__Problem__. Using the records below, filter for lines that contain the string "StudyHeader" and copy them out.

=== Record extracts ===

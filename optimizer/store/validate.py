"""What a reader checks before it trusts a study file: the header, the commit counter, and
every committed value. Each rule failure is one sentence naming the trial, the column, the
value and the rule; :class:`Damaged` carries it."""

from __future__ import annotations

from typing import Any

import numpy as np

from elopt.optimizer.store.layout import (
    COMMIT_FIELDS,
    FORMAT_VERSION,
    HEADER_LIST_ATTRS,
    OFFSET_COLUMNS,
    READABLE_VERSIONS,
    STATES,
    SURFACE_KIND_CODES,
    StudyHeader,
)


class Damaged(Exception):
    """A study file breaks a rule of its layout; the message says which (no path)."""


def format_version_of(value: Any) -> int:
    """The ``format_version`` attribute as an integer a reader knows, or :class:`Damaged`."""
    if value is None:
        raise Damaged("the attribute format_version is missing")
    if isinstance(value, (bytes, str)) or not np.issubdtype(np.asarray(value).dtype, np.integer):
        shown = value.decode(errors="replace") if isinstance(value, bytes) else value
        raise Damaged(
            f"the attribute format_version is {shown!r} ({type(value).__name__}); it must be "
            f"an integer, one of {', '.join(map(str, READABLE_VERSIONS))}"
        )
    version = int(value)
    if version > FORMAT_VERSION:
        raise Damaged(
            f"study format_version {version} is newer than this elopt reads ({FORMAT_VERSION}); "
            "update elopt"
        )
    if version not in READABLE_VERSIONS:
        raise Damaged(
            f"the attribute format_version is {version}; it must be one of "
            f"{', '.join(map(str, READABLE_VERSIONS))}"
        )
    return version


def check_header(h: StudyHeader) -> None:
    """Name lists agree in length with their value lists; directions and kinds are known."""
    pairs = [
        ("parameter_names", h.parameter_names),
        ("parameter_units", h.parameter_units),
        ("parameter_searched", h.parameter_searched),
        ("search_low", h.search_low),
        ("search_high", h.search_high),
        ("search_log", h.search_log),
        ("search_step", h.search_step),
    ]
    _same_length(pairs)
    _same_length([("metric_names", h.metric_names), ("metric_units", h.metric_units)])
    _same_length(
        [
            ("objective_names", h.objective_names),
            ("objective_directions", h.objective_directions),
            ("objective_units", h.objective_units),
        ]
    )
    _same_length(
        [(name, getattr(h, name)) for name in HEADER_LIST_ATTRS if name.startswith("constraint_")]
    )
    for d in h.objective_directions:
        if d not in ("maximize", "minimize"):
            raise Damaged(f"objective_directions holds {d!r}; allowed: 'maximize', 'minimize'")
    for k in h.constraint_kinds:
        if k not in ("max", "min"):
            raise Damaged(f"constraint_kinds holds {k!r}; allowed: 'max', 'min'")
    if not all(np.isfinite(h.constraint_limits)):
        raise Damaged(f"constraint_limits {list(h.constraint_limits)} must be finite")


def _same_length(pairs: list[tuple[str, tuple]]) -> None:
    n = len(pairs[0][1])
    for name, values in pairs[1:]:
        if len(values) != n:
            raise Damaged(f"attribute {name} has {len(values)} values, {pairs[0][0]} has {n}")


def check_counts(raw: np.ndarray) -> list[int]:
    """The commit counter as non-negative integers (one per :data:`COMMIT_FIELDS`)."""
    a = np.asarray(raw)
    if a.shape != (len(COMMIT_FIELDS),) or not np.issubdtype(a.dtype, np.integer):
        raise Damaged(
            f"dataset /commit has shape {a.shape} and dtype {a.dtype}; it must hold "
            f"{len(COMMIT_FIELDS)} integers ({', '.join(COMMIT_FIELDS)})"
        )
    for name, v in zip(COMMIT_FIELDS, a, strict=True):
        if v < 0:
            raise Damaged(f"the commit counter {name} is {int(v)}; counts are >= 0")
    return [int(v) for v in a]


def _first_bad(mask: np.ndarray) -> int:
    return int(np.flatnonzero(mask)[0])


def _codes(
    columns: dict[str, np.ndarray], name: str, allowed: tuple[int, ...], meaning: str
) -> None:
    v = columns[name]
    bad = ~np.isin(v, allowed)
    if bad.any():
        i = _first_bad(bad)
        raise Damaged(f"trial {i}: {name} code {int(v[i])} is unknown; allowed: {meaning}")


def check_columns(columns: dict[str, np.ndarray], header: StudyHeader, counts: list[int]) -> None:
    """Every committed row obeys the layout's rules (see STUDY_FILE.md, "What a reader checks")."""
    n = counts[0]
    if not np.array_equal(columns["number"], np.arange(n)):
        i = _first_bad(columns["number"] != np.arange(n))
        raise Damaged(f"trial {i}: number holds {int(columns['number'][i])}; it must equal its row")
    _codes(columns, "state", (0, 1, 2), ", ".join(f"{k} {s}" for k, s in enumerate(STATES)))
    for name in ("feasible", "accuracy_met", "peak_at_sharp_corner"):
        _codes(columns, name, (0, 1), "0 or 1")
    _codes(
        columns,
        "surface_kind",
        tuple(range(len(SURFACE_KIND_CODES))),
        ", ".join(f"{k} {s}" for k, s in enumerate(SURFACE_KIND_CODES)),
    )
    for name in OFFSET_COLUMNS + ("n_conductors", "n_unknowns"):
        v = columns[name]
        if (v < 0).any():
            i = _first_bad(v < 0)
            raise Damaged(f"trial {i}: {name} is {int(v[i])}; it must be >= 0")
    session = columns["session"]
    if ((session < -1) | (session >= counts[4])).any():
        i = _first_bad((session < -1) | (session >= counts[4]))
        raise Damaged(
            f"trial {i}: session {int(session[i])} is not a stored session (-1..{counts[4] - 1})"
        )
    nc = columns["n_conductors"].astype(np.int64)
    for name, ends, limit in (
        ("capacitance_offset", columns["capacitance_offset"] + nc * nc, counts[1]),
        ("surface_offset", columns["surface_offset"] + columns["surface_length"], counts[2]),
        ("text_offset", columns["text_offset"] + columns["text_length"], counts[3]),
    ):
        if (ends > limit).any():
            i = _first_bad(ends > limit)
            raise Damaged(
                f"trial {i}: {name} {int(columns[name][i])} reaches row {int(ends[i])}, past the "
                f"{limit} committed rows"
            )
    _check_numbers(columns, header)


def _check_numbers(columns: dict[str, np.ndarray], h: StudyHeader) -> None:
    complete = columns["state"] == 0
    for name in ("params", "metrics", "objectives", "constraints", "peak_location_m"):
        v = columns[name]
        bad = np.isinf(v)
        if bad.any():
            i, j = (int(x) for x in np.argwhere(bad)[0])
            raise Damaged(
                f"trial {i}: {_label(name, j, h)} is {v[i, j]}; stored numbers are finite or NaN"
            )
    for name in ("objectives", "constraints"):
        v = columns[name]
        bad = complete[:, None] & ~np.isfinite(v)
        if bad.any():
            i, j = (int(x) for x in np.argwhere(bad)[0])
            raise Damaged(
                f"trial {i}: {_label(name, j, h)} is {v[i, j]}; a complete trial's are finite"
            )
    for name in (
        "relative_error_estimate",
        "requested_accuracy",
        "peak_surface_field_V_per_m",
        "peak_rel_error_estimate",
        "solve_s",
    ):
        v = columns[name]
        bad = np.isinf(v) | (v < 0)
        if bad.any():
            i = _first_bad(bad)
            raise Damaged(f"trial {i}: {name} is {v[i]}; it must be >= 0 and finite (or NaN)")


def judged_metrics(metrics: np.ndarray, h: StudyHeader, infos: list[dict[str, Any]]) -> np.ndarray:
    """The values objectives and constraints judge: each trial's metrics (N, M), where the
    study asked for tolerances replaced by the toleranced values kept in the trial's text."""
    judged = np.array(metrics, dtype=float, copy=True)
    for i, info in enumerate(infos):
        tolerance = info.get("tolerance")
        values = tolerance.get("values") if isinstance(tolerance, dict) else None
        for name, value in (values or {}).items():
            if name in h.metric_names:
                v = value if isinstance(value, (int, float)) else np.nan
                judged[i, h.metric_names.index(name)] = v
    return judged


def check_judged(columns: dict[str, np.ndarray], h: StudyHeader, judged: np.ndarray) -> None:
    """A complete trial's objectives are the judged values of their metrics, its constraints
    their violations, and ``feasible`` is 1 exactly when every constraint holds."""
    complete = columns["state"] == 0
    for k, name in enumerate(h.objective_names):
        if name not in h.metric_names:
            continue  # a header whose family changed: `resume` names that, not this rule
        stored = columns["objectives"][complete, k]
        metric = judged[complete, h.metric_names.index(name)]
        if not np.array_equal(stored, metric):
            i = int(np.flatnonzero(complete)[_first_bad(stored != metric)])
            raise Damaged(f"trial {i}: objective {name} differs from the metric of that name")
    for j, (name, kind, limit) in enumerate(
        zip(h.constraint_metrics, h.constraint_kinds, h.constraint_limits, strict=True)
    ):
        if name not in h.metric_names:
            continue
        value = judged[complete, h.metric_names.index(name)]
        expected = value - limit if kind == "max" else limit - value
        stored = columns["constraints"][complete, j]
        off = ~(np.abs(stored - expected) <= 1e-12 * np.maximum(abs(limit), np.abs(value)))
        if off.any():
            i = int(np.flatnonzero(complete)[_first_bad(off)])
            raise Damaged(
                f"trial {i}: constraint {h.constraint_names[j]} holds {stored[_first_bad(off)]}, "
                f"but metric {name} gives {expected[_first_bad(off)]}"
            )
    feasible = complete & np.all(columns["constraints"] <= 0, axis=1)
    if not np.array_equal(feasible, columns["feasible"] == 1):
        i = _first_bad(feasible != (columns["feasible"] == 1))
        raise Damaged(
            f"trial {i}: feasible is {int(columns['feasible'][i])}, the constraints say otherwise"
        )


def _label(name: str, j: int, h: StudyHeader) -> str:
    names = {
        "params": h.parameter_names,
        "metrics": h.metric_names,
        "objectives": h.objective_names,
        "constraints": h.constraint_names,
    }.get(name)
    return f"{name} {names[j]}" if names and j < len(names) else f"{name}[{j}]"


def check_sessions(sessions: dict[str, np.ndarray]) -> None:
    bad = sessions["workers"] < 0
    if bad.any():
        raise Damaged(
            f"session {_first_bad(bad)}: workers is {int(sessions['workers'][bad][0])}; it must be >= 0"
        )
    bad = sessions["target_trials"] < -1
    if bad.any():
        raise Damaged(f"session {_first_bad(bad)}: target_trials is below -1 (none)")
    h = sessions["hours"]
    if (np.isinf(h) | (h <= 0)).any():
        raise Damaged(
            f"session {_first_bad(np.isinf(h) | (h <= 0))}: hours must be > 0 and finite (or NaN)"
        )


def check_arrays(
    owner: np.ndarray,
    n_conductors: np.ndarray,
    cap_owner: np.ndarray,
    cap: np.ndarray,
    surface: dict[str, np.ndarray],
) -> None:
    """Capacitance and surface rows obey the layout. ``owner`` (S,) and ``cap_owner`` (C,) give
    the trial of each surface / capacitance row, ``n_conductors`` (S,) that trial's count."""
    bad = np.isinf(cap)
    if bad.any():
        raise Damaged(f"trial {int(cap_owner[_first_bad(bad)])}: capacitance_F holds {cap[bad][0]}")
    cond = surface["conductor"]
    bad = (cond < 0) | (cond >= n_conductors)
    if bad.any():
        j = _first_bad(bad)
        raise Damaged(
            f"trial {int(owner[j])}: surface conductor index {int(cond[j])} is outside "
            f"0..{int(n_conductors[j]) - 1}"
        )
    if "face" in surface:
        bad = ~np.isin(surface["face"], (-1, 0, 1))
        if bad.any():
            j = _first_bad(bad)
            raise Damaged(
                f"trial {int(owner[j])}: surface face code {int(surface['face'][j])}; allowed: -1, 0, +1"
            )
    for name, v in surface.items():
        if name in ("conductor", "face"):
            continue
        bad = np.isinf(v) if v.ndim == 1 else np.isinf(v).any(axis=1)
        if bad.any():
            raise Damaged(
                f"trial {int(owner[_first_bad(bad)])}: surface {name} holds an infinite value"
            )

===

__Answer area__.
    StudyHeader,
def check_header(h: StudyHeader) -> None:
def check_columns(columns: dict[str, np.ndarray], header: StudyHeader, counts: list[int]) -> None:
def _check_numbers(columns: dict[str, np.ndarray], h: StudyHeader) -> None:
def judged_metrics(metrics: np.ndarray, h: StudyHeader, infos: list[dict[str, Any]]) -> np.ndarray:
def check_judged(columns: dict[str, np.ndarray], h: StudyHeader, judged: np.ndarray) -> None:
def _label(name: str, j: int, h: StudyHeader) -> str:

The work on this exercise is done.